I think it might have been sexual harassment from Mila. I see the way she looks at Maya, talks about how much they have in common...


----------



## Jes (Apr 3, 2010)

Uma, meet Oprah. Oprah, Uma. Mila, Maya. I see your point.


----------



## QuasimodoQT (Apr 4, 2010)

Yes, I doubt the reason she gave. There are always people who would rather have deniability. If she felt in danger of being axed, potentially evidenced by her broodiness over not winning a challenge, then perhaps she'd rather leave on her terms. Now she has some of the mystique of having the potential to have won, without having to prove it out. Bah.


----------



## olwen (Apr 4, 2010)

Maya quit because she just couldn't handle the pressure. Simple. I agreed with Emilio tho when he said it was a cop out, cause that's what I was thinking. She had an amazing opportunity and she just threw it away. Tragic.


----------



## indy500tchr (Apr 6, 2010)

Well I am glad that she left b/c I LOVE Anthony! Now if he can just open his mind a bit and make something more than a cocktail dress he will do a helluva lot better.


----------



## Jes (Apr 7, 2010)

i like anthony but i don't think he has what it takes. And seth aaron is very good at what he does but ... it can be a bit one note. He makes me think of ... the guy with the DETROIT tattoo'd on his neck. The guy who did the interesting stuff with the zippers.
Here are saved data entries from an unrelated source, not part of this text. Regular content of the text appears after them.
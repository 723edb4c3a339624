package did

import (
	"math"
	"math/rand/v2"
	"testing"
	"time"

	"github.com/loadwake/loadwake/audit/panel"
)

// handPanel is the worked example below: 3 months, cohort g=1 (a1, a2),
// cohort g=2 (b1, b2), never-treated controls c1 (weight 1) and c2 (weight 3).
//
//	unit  w  y0 y1 y2
//	a1    1   1  3  4
//	a2    1   2  6  7
//	b1    1   0  1  5
//	b2    1   2  2  6
//	c1    1   1  2  2
//	c2    3   3  3  5
//
// ATT(1,1), base 0: treated change (2+4)/2 = 3, controls (1·1+3·0)/4 = 0.25 → 2.75
// ATT(1,2), base 0: (3+5)/2 = 4, controls (1·1+3·2)/4 = 1.75 → 2.25
// ATT(2,2), base 1: (4+4)/2 = 4, controls (1·0+3·2)/4 = 1.5 → 2.5
// ATT(2,1), base 0 (pre, varying base): (1+0)/2 = 0.5, controls 0.25 → 0.25
// overall (equal cohort sizes): (2.75+2.25+2.5)/3 = 2.5
// e=0: (2.75+2.5)/2 = 2.625; e=1: 2.25; e=−1: 0.25
// treated post mean: (4.5+5.5+5.5)/3 = 31/6; relative effect 2.5/(31/6−2.5) = 0.9375
func handPanel() *panel.Panel {
	p := &panel.Panel{Start: time.Date(2030, 1, 1, 0, 0, 0, 0, time.UTC), Months: 3, Outcomes: []string{"geometry"}}
	rows := []struct {
		id string
		g  int
		w  float64
		y  [3]float64
	}{
		{"a1", 1, 1, [3]float64{1, 3, 4}}, {"a2", 1, 1, [3]float64{2, 6, 7}},
		{"b1", 2, 1, [3]float64{0, 1, 5}}, {"b2", 2, 1, [3]float64{2, 2, 6}},
		{"c1", -1, 1, [3]float64{1, 2, 2}}, {"c2", -1, 3, [3]float64{3, 3, 5}},
	}
	var y []float64
	for _, r := range rows {
		p.Units = append(p.Units, panel.Unit{ID: r.id, FirstTreated: r.g, Weight: r.w})
		y = append(y, r.y[:]...)
	}
	p.Y = [][]float64{y}
	return p
}

func TestCSHandExample(t *testing.T) {
	p := handPanel()
	opts := DefaultOptions()
	opts.Window = Window{Pre: 1, Post: 2}
	opts.Inference = InferenceAnalytic
	cl, G := p.ClusterIndex()
	res, err := callawaySantAnna(p, p.Y[0], cl, G, opts, rand.New(rand.NewPCG(1, 1)), false)
	if err != nil {
		t.Fatal(err)
	}
	check := func(name string, got, want float64) {
		t.Helper()
		if math.Abs(got-want) > 1e-12 {
			t.Errorf("%s: got %v, want %v (worked by hand above)", name, got, want)
		}
	}
	check("overall", res.overall.att, 2.5)
	check("relative", res.overall.rel, 0.9375)
	check("cohort 1", res.byCohort[1], 2.5)
	check("cohort 2", res.byCohort[2], 2.5)
	if len(res.overall.cohorts) != 2 {
		t.Fatalf("%d cohort rows, want 2", len(res.overall.cohorts))
	}
	for _, c := range res.overall.cohorts {
		check("cohort row", c.est, 2.5)
		if c.units != 2 || !(c.lo < c.est && c.est < c.hi) {
			t.Errorf("cohort row %+v", c)
		}
	}
	want := map[int]float64{-1: 0.25, 0: 2.625, 1: 2.25}
	if len(res.events) != 3 {
		t.Fatalf("%d event times, want 3", len(res.events))
	}
	for _, ev := range res.events {
		check("event", ev.est, want[ev.e])
	}
}

// TestCSInfluenceMatchesPerturbation checks the analytic influence contributions
// of a cell against the numerical derivative: removing a little weight from
// one unit moves the estimate by ε·φ (the definition of an influence
// function, Hampel 1974; derivative with respect to the log weight). Done for the unconditional and the doubly robust cell.
func TestCSInfluenceMatchesPerturbation(t *testing.T) {
	rng := rand.New(rand.NewPCG(3, 4))
	p := &panel.Panel{Start: time.Date(2030, 1, 1, 0, 0, 0, 0, time.UTC), Months: 2, Outcomes: []string{"y"}}
	var y []float64
	for i := range 40 {
		g := -1
		if i < 15 {
			g = 1
		}
		x := rng.NormFloat64()
		p.Units = append(p.Units, panel.Unit{ID: string(rune('A' + i)), FirstTreated: g, Weight: 0.5 + rng.Float64(), Covariates: []float64{x}})
		y = append(y, 5+x+rng.Float64(), 6+2*x+rng.Float64())
	}
	for i := range 15 {
		p.Units[i].Weight = 1
	}
	p.Y = [][]float64{y}
	for _, dr := range []bool{false, true} {
		r := newCSRun(p, y)
		us := []int{}
		for i := range 15 {
			us = append(us, i)
		}
		if dr {
			if err := r.prepareDR(map[int][]int{1: us}); err != nil {
				t.Fatal(err)
			}
		}
		base := r.cell(1, us, 1, 0)
		// perturb control unit 20's weight
		const eps = 1e-6
		u := 20
		ci := u - 15
		w0 := p.Units[u].Weight
		p.Units[u].Weight = w0 * (1 + eps)
		r2 := newCSRun(p, y)
		if dr {
			if err := r2.prepareDR(map[int][]int{1: us}); err != nil {
				t.Fatal(err)
			}
		}
		pert := r2.cell(1, us, 1, 0)
		p.Units[u].Weight = w0
		// d att / d log w_u = φ_u · n_eff-scaling: for a weighted M-estimator the
		// derivative of the estimate with respect to log weight equals φ_u.
		deriv := (pert.att - base.att) / eps
		if math.Abs(deriv-base.phiC[ci]) > 1e-4*math.Max(1, math.Abs(deriv)) {
			t.Errorf("dr=%v: d att/d log w = %v, influence contribution %v", dr, deriv, base.phiC[ci])
		}
	}
}

// TestDRSaturatedBinary: with one binary covariate both the logistic
// propensity and the linear outcome model are saturated, so the doubly robust
// DiD equals the stratified DiD that weights each stratum's 2x2 by the
// treated units' share in it (Sant'Anna & Zhao 2020, section 2; derived by
// hand). Strata: x=0 and x=1.
func TestDRSaturatedBinary(t *testing.T) {
	p := &panel.Panel{Start: time.Date(2030, 1, 1, 0, 0, 0, 0, time.UTC), Months: 2, Outcomes: []string{"y"}}
	type u struct {
		g      int
		x      float64
		w      float64
		y0, y1 float64
	}
	units := []u{
		{1, 0, 1, 2, 5}, {1, 0, 1, 3, 5}, {1, 1, 1, 4, 9}, // treated: x=0 change 2.5, x=1 change 5
		{-1, 0, 1, 1, 2}, {-1, 0, 2, 2, 2}, {-1, 1, 1, 3, 4}, {-1, 1, 3, 1, 5}, // controls
	}
	var y []float64
	for i, v := range units {
		p.Units = append(p.Units, panel.Unit{ID: string(rune('a' + i)), FirstTreated: v.g, Weight: v.w, Covariates: []float64{v.x}})
		y = append(y, v.y0, v.y1)
	}
	p.Y = [][]float64{y}
	// control changes: x=0: (1·1 + 2·0)/3 = 1/3; x=1: (1·1 + 3·4)/4 = 13/4
	want := 2.0/3*(2.5-1.0/3) + 1.0/3*(5-13.0/4)
	r := newCSRun(p, y)
	if err := r.prepareDR(map[int][]int{1: {0, 1, 2}}); err != nil {
		t.Fatal(err)
	}
	got := r.cell(1, []int{0, 1, 2}, 1, 0).att
	if math.Abs(got-want) > 1e-9 {
		t.Errorf("doubly robust %v, stratified %v", got, want)
	}
}
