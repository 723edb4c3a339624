package did

// The dense Poisson fixed-effects fit below is the test oracle for the fast
// stacked fit of audit/did/poisson: it builds the fixed effects by alternating
// projections on the full design and is itself checked against R (TestPoissonFEAgainstR).

import (
	"errors"
	"fmt"
	"math"

	"gonum.org/v1/gonum/mat"

	"github.com/loadwake/loadwake/audit/did/internal/robust"
	"github.com/loadwake/loadwake/audit/did/poisson"
)

// fitPoissonFE fits y on the columns x[j] (each length n) with fixed effects
// fe1 (values in [0,n1)) and fe2 (in [0,n2)), prior weights w (nil: 1) and
// clusters cl (in [0,G)).
func fitPoissonFE(y []float64, x [][]float64, fe1 []int, n1 int, fe2 []int, n2 int, w []float64, cl []int, G int) (*poisson.Fit, error) {
	n, k := len(y), len(x)
	if w == nil {
		w = make([]float64, n)
		for i := range w {
			w[i] = 1
		}
	}
	keep := make([]bool, n)
	for i := range keep {
		keep[i] = w[i] > 0
	}
	fit := &poisson.Fit{Keep: keep}
	// drop all-zero groups until stable
	had1, had2 := make([]bool, n1), make([]bool, n2)
	for i := range y {
		if keep[i] {
			had1[fe1[i]], had2[fe2[i]] = true, true
		}
	}
	for {
		s1, s2 := make([]float64, n1), make([]float64, n2)
		for i := range y {
			if keep[i] {
				s1[fe1[i]] += y[i]
				s2[fe2[i]] += y[i]
			}
		}
		changed := false
		for i := range y {
			if keep[i] && (s1[fe1[i]] == 0 || s2[fe2[i]] == 0) {
				keep[i] = false
				changed = true
			}
		}
		if !changed {
			break
		}
	}
	has1, has2 := make([]bool, n1), make([]bool, n2)
	for i := range y {
		if keep[i] {
			has1[fe1[i]], has2[fe2[i]] = true, true
		}
	}
	for g := range n1 {
		if had1[g] && !has1[g] {
			fit.Dropped1++
		}
	}
	for g := range n2 {
		if had2[g] && !has2[g] {
			fit.Dropped2++
		}
	}
	// compact the kept observations
	var idx []int
	for i, k := range keep {
		if k {
			idx = append(idx, i)
		}
	}
	m := len(idx)
	if m == 0 {
		return nil, errors.New("every observation is zero within its fixed-effect group")
	}
	yy, ww := make([]float64, m), make([]float64, m)
	f1, f2 := make([]int, m), make([]int, m)
	c := make([]int, m)
	xx := make([][]float64, k)
	for j := range xx {
		xx[j] = make([]float64, m)
	}
	used1, used2 := map[int]bool{}, map[int]bool{}
	ymean := 0.0
	for r, i := range idx {
		yy[r], ww[r], f1[r], f2[r], c[r] = y[i], w[i], fe1[i], fe2[i], cl[i]
		for j := range xx {
			xx[j][r] = x[j][i]
		}
		used1[fe1[i]], used2[fe2[i]] = true, true
		ymean += y[i]
	}
	ymean /= float64(m)
	kParams := k + len(used1) + len(used2) - 1
	if m <= kParams {
		return nil, fmt.Errorf("%d observations for %d parameters", m, kParams)
	}
	ap := newTwoWay(f1, n1, f2, n2)
	mu := make([]float64, m)
	eta := make([]float64, m)
	for i := range mu {
		mu[i] = (yy[i] + ymean) / 2
		eta[i] = math.Log(mu[i])
	}
	om := make([]float64, m)
	z := make([]float64, m)
	xt := make([][]float64, k)
	for j := range xt {
		xt[j] = make([]float64, m)
	}
	beta := make([]float64, k)
	dev := math.Inf(1)
	var h mat.SymDense
	for iter := 0; ; iter++ {
		for i := range z {
			om[i] = ww[i] * mu[i]
			z[i] = eta[i] + (yy[i]-mu[i])/mu[i]
		}
		ap.setWeights(om)
		zt := append([]float64(nil), z...)
		ap.demean(zt)
		for j := range xt {
			copy(xt[j], xx[j])
			ap.demean(xt[j])
		}
		hh := mat.NewSymDense(k, nil)
		g := make([]float64, k)
		for a := range k {
			for b := a; b < k; b++ {
				s := 0.0
				for i := range om {
					s += om[i] * xt[a][i] * xt[b][i]
				}
				hh.SetSym(a, b, s)
			}
			for i := range om {
				g[a] += om[i] * xt[a][i] * zt[i]
			}
		}
		if err := poisson.InvSym(&h, hh); err != nil {
			return nil, fmt.Errorf("Poisson fixed effects: %w (a regressor is collinear with the fixed effects)", err)
		}
		mat.NewVecDense(k, beta).MulVec(&h, mat.NewVecDense(k, g))
		newDev := 0.0
		for i := range eta {
			r := zt[i]
			for j := range k {
				r -= xt[j][i] * beta[j]
			}
			eta[i] = z[i] - r
			mu[i] = math.Exp(eta[i])
			if yy[i] > 0 {
				newDev += 2 * ww[i] * (yy[i]*math.Log(yy[i]/mu[i]) - (yy[i] - mu[i]))
			} else {
				newDev += 2 * ww[i] * mu[i]
			}
		}
		if !robust.Finite(newDev) {
			return nil, errors.New("Poisson fixed effects: the fit diverged")
		}
		conv := math.Abs(newDev-dev)/(math.Abs(newDev)+0.1) < 1e-13
		dev = newDev
		fit.Iter = iter + 1
		if conv {
			break
		}
		if iter >= 200 {
			return nil, errors.New("Poisson fixed effects: no convergence in 200 iterations")
		}
	}
	// sandwich with the final weights
	for i := range om {
		om[i] = ww[i] * mu[i]
	}
	ap.setWeights(om)
	hh := mat.NewSymDense(k, nil)
	for j := range xt {
		copy(xt[j], xx[j])
		ap.demean(xt[j])
	}
	for a := range k {
		for b := a; b < k; b++ {
			s := 0.0
			for i := range om {
				s += om[i] * xt[a][i] * xt[b][i]
			}
			hh.SetSym(a, b, s)
		}
	}
	if err := poisson.InvSym(&h, hh); err != nil {
		return nil, fmt.Errorf("Poisson fixed effects: %w", err)
	}
	scores := make([]float64, G*k)
	used := make([]bool, G)
	for i := range yy {
		used[c[i]] = true
		for j := range k {
			scores[c[i]*k+j] += ww[i] * xt[j][i] * (yy[i] - mu[i])
		}
	}
	fit.Beta = beta
	fit.Vcov, fit.G = robust.SandwichCR1(&h, scores, used, k, m, kParams)
	if fit.G > 1 {
		fit.Adj = float64(fit.G) / float64(fit.G-1) * float64(m-1) / float64(m-kParams)
	}
	fit.A = make([][]float64, k)
	for j := range k {
		fit.A[j] = make([]float64, G)
		for g := range G {
			for l := range k {
				fit.A[j][g] += h.At(j, l) * scores[g*k+l]
			}
		}
	}
	fit.NObs = m
	fit.Mu = make([]float64, n)
	for r, i := range idx {
		fit.Mu[i] = mu[r]
	}
	return fit, nil
}

// twoWay removes two sets of weighted group means by alternating projections.
type twoWay struct {
	f1, f2   []int
	n1, n2   int
	w        []float64
	sw1, sw2 []float64
	s1, s2   []float64
}

func newTwoWay(f1 []int, n1 int, f2 []int, n2 int) *twoWay {
	return &twoWay{f1: f1, f2: f2, n1: n1, n2: n2, sw1: make([]float64, n1), sw2: make([]float64, n2),
		s1: make([]float64, n1), s2: make([]float64, n2)}
}

func (a *twoWay) setWeights(w []float64) {
	a.w = w
	clear(a.sw1)
	clear(a.sw2)
	for i, wi := range w {
		a.sw1[a.f1[i]] += wi
		a.sw2[a.f2[i]] += wi
	}
}

// demean projects v off both sets of group indicators (weighted), to a
// relative tolerance of 1e-13 of v's scale.
func (a *twoWay) demean(v []float64) {
	scale := 0.0
	for _, x := range v {
		scale = max(scale, math.Abs(x))
	}
	if scale == 0 {
		return
	}
	tol := 1e-13 * scale
	for sweep := 0; sweep < 10000; sweep++ {
		clear(a.s1)
		for i, x := range v {
			a.s1[a.f1[i]] += a.w[i] * x
		}
		for i := range v {
			if sw := a.sw1[a.f1[i]]; sw > 0 {
				v[i] -= a.s1[a.f1[i]] / sw
			}
		}
		clear(a.s2)
		for i, x := range v {
			a.s2[a.f2[i]] += a.w[i] * x
		}
		delta := 0.0
		for g, s := range a.s2 {
			if a.sw2[g] > 0 {
				a.s2[g] = s / a.sw2[g]
				delta = max(delta, math.Abs(a.s2[g]))
			}
		}
		for i := range v {
			v[i] -= a.s2[a.f2[i]]
		}
		if delta < tol {
			return
		}
	}
}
anyway, did you all see Christian's special on Monday night. I was so impressed. Not necessarily by his work (though I liked some) but by him, as an individual. He was remarkably hard working and humble. He kept his prices low (something I do, too, for much of my work for some of the same reasons) and he didn't have a Diva complex when it came to his designs. There was none of this: Well if they don't like it, then they're idiots who can't dress well! None of it. He was aware that he was trying to run a business. I really enjoyed the program. Good behind-the-scenes view. I missed his old PR model though.


----------



## Jes (Apr 8, 2010)

this is what i don't get.

last week, someone (heidi?) said that THIS week will show us who is going to fashion week.

but...there are still 5. So unless someone is murdered AND someone else is out, that can't be true.

Panel?


----------



## ThatFatGirl (Apr 8, 2010)

Jes said:


> i like anthony but i don't think he has what it takes. And seth aaron is very good at what he does but ... it can be a bit one note. He makes me think of ... the guy with the DETROIT tattoo'd on his neck. The guy who did the interesting stuff with the zippers.
> 
> anyway, did you all see Christian's special on Monday night. I was so impressed. Not necessarily by his work (though I liked some) but by him, as an individual. He was remarkably hard working and humble. He kept his prices low (something I do, too, for much of my work for some of the same reasons) and he didn't have a Diva complex when it came to his designs. There was none of this: Well if they don't like it, then they're idiots who can't dress well! None of it. He was aware that he was trying to run a business. I really enjoyed the program. Good behind-the-scenes view. I missed his old PR model though.



I really wanted to watch this! I will have to catch it on one of the reruns which shouldn't be too hard.

I know what you're saying about his maturity and professionalism. He was on Oprah sometime many months ago talking about his shoe line for Payless and very much impressed me.


----------



## indy500tchr (Apr 8, 2010)

Jes said:


> i like anthony but i don't think he has what it takes. And seth aaron is very good at what he does but ... it can be a bit one note. He makes me think of ... the guy with the DETROIT tattoo'd on his neck. The guy who did the interesting stuff with the zippers.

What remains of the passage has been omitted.